# AIB online banking - transfer amounts in CENTS!



## ClubMan (16 Jul 2008)

I just went to transfer money from one _AIB _account to another online and noticed that they insist that you enter the amount to be transferred in *cents* - e.g. €100 is entered as 10000! Why on earth do they do it that way...


----------



## paddi22 (16 Jul 2008)

yeah it's very off putting, specially since other banks do it the normal way! I always mistype automatically and then have to use the 'back button'


----------



## ClubMan (16 Jul 2008)

I only noticed it now.

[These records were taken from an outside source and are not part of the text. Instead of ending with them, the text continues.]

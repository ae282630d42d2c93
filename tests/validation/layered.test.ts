/**
 * 1-D layered walls: the 2-D solver reproduces ISO 6946's U = 1/(Rsi + sum d/lambda + Rse) and the
 * surface temperatures of the series-resistance model to 1e-6 relative (ISO 6946; exact in 1-D),
 * with ISO 6946's Rsi by the direction of heat flow in the heat-flow run and ISO 13788's Rsi 0.25
 * in the surface-temperature run. Cases from lib/validation/layered.ts (also in `dewline validate`).
 */
import { describe, expect, it } from 'vitest';
import { solveSectionSync } from '../../lib/thermal/section';
import { ISO6946, LAYERED_MESH, LAYERED_STOP, LAYERED_TOL, STACKS, layeredRows, layeredSection, layeredU, layeredWallRows } from '../../lib/validation/layered';

describe('ISO 6946 layered walls through the 2-D solver', () => {
  const rows = layeredWallRows();
  it('covers 2 to 5 layers and conductivity contrasts up to 10^3', () => {
    const sizes = STACKS.map((s) => s.layers.length);
    expect(Math.min(...sizes)).toBe(2);
    expect(Math.max(...sizes)).toBe(5);
    const contrast = Math.max(...STACKS.map((s) => Math.max(...s.layers.map((l) => l.lambda)) / Math.min(...s.layers.map((l) => l.lambda))));
    expect(contrast).toBeGreaterThanOrEqual(1e3);
  });
  for (const r of rows)
    it(`${r.name} within ${r.tolerance} relative (${r.source})`, () => {
      expect(r.tolerance).toBe(LAYERED_TOL);
      expect(Number.isFinite(r.ours)).toBe(true);
      expect(Math.abs(r.ours - r.reference) / r.scale).toBeLessThanOrEqual(1e-6);
    });

  it('is exact on every built-in mesh level, not only the one in the table (1-D: harmonic face conductances are exact)', () => {
    const st = STACKS[2];
    for (const mesh of ['preview', 'default', 'fine'] as const) {
      const r = solveSectionSync(layeredSection(st, 'wall', 20, -10), { mesh, stop: LAYERED_STOP, omitField: true });
      const u = r.zones.find((z) => z.id === 'in')!.phi / 30;
      expect(Math.abs(u / layeredU(st, ISO6946.horizontal) - 1), mesh).toBeLessThan(1e-6);
    }
  });

  it('hand check of one U: 3-layer wall, Rsi 0.13, Rse 0.04 (ISO 6946)', () => {
    // 0.0125/0.25 + 0.1/0.035 + 0.2/2.0 = 0.05 + 2.857142857 + 0.1 = 3.007142857; + 0.17 -> U = 1/3.177142857
    expect(layeredU(STACKS[1], ISO6946.horizontal)).toBeCloseTo(1 / 3.177142857142857, 12);
  });

  it('the heat-flow run distinguishes the direction of heat flow: up 0.10, horizontal 0.13, down 0.17 (ISO 6946)', () => {
    const u = (o: 'wall' | 'floor' | 'ceiling') => layeredRows(STACKS[1], o, 20, -10, false)[0].ours;
    const up = u('ceiling'), flat = u('wall'), down = u('floor');
    expect(up).toBeGreaterThan(flat);
    expect(flat).toBeGreaterThan(down);
    // Back out Rsi from the solver's U: 1/U - R - Rse.
    const R = STACKS[1].layers.reduce((s, l) => s + l.d / l.lambda, 0);
    expect(1 / up - R - ISO6946.rse).toBeCloseTo(0.1, 9);
    expect(1 / flat - R - ISO6946.rse).toBeCloseTo(0.13, 9);
    expect(1 / down - R - ISO6946.rse).toBeCloseTo(0.17, 9);
  });

  it('reports the rules it used per zone and run (ISO 6946 heat flow, ISO 13788 surface)', () => {
    const r = solveSectionSync(layeredSection(STACKS[0], 'floor', 20, -10), { mesh: LAYERED_MESH, stop: LAYERED_STOP, omitField: true });
    const z = r.zones.find((x) => x.id === 'in')!;
    expect(z.rsHeat).toMatch(/0\.17 downward/);
    expect(z.rsHeat).toMatch(/from the zone into the construction/);
    expect(z.rsSurface).toMatch(/Rsi = 0\.25/);
    expect(r.zones.find((x) => x.id === 'out')!.rsHeat).toMatch(/Rse = 0\.04/);
  });
});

Might be the first time I did a transfer - can't remember. Bit scary putting in 1000000 for €10K especially when I'm not a (€) millionaire!


----------



## dem_syhp (16 Jul 2008)

You need to be careful now when you go back to paying bills in normal systems that you don't get mixed up.  See here for someone who over paid their eircom bill by entering in the amount in cents instead of Euro.  Really there should be 1. Consistency and 2. Checks for mad stuff


----------



## ClubMan (16 Jul 2008)

Thanks for the warning _dem_syhp_!


----------



## Towger (16 Jul 2008)

ClubMan said:


> I just went to transfer money from one _AIB _account to another online and noticed that they insist that you enter the amount to be transferred in *cents* - e.g. €100 is entered as 10000! Why on earth do they do it that way...


 
Umm... Banking systems (old mainframes / file formats etc) hold 'Money' as integers (less memory over head.... those were the days…). Anyway this what you get when, what I call 'Systems Programmers' develop 'Joe Bloggs' end user applications.

In house ‘Systems Programmer’: If it is hard to use or there is a bug, ‘Sure I can just go down to their office, see the problem and fix it. But I won't be too bothered to fix the origional bug which caused the problem in the first place. It helps to justify my existence.’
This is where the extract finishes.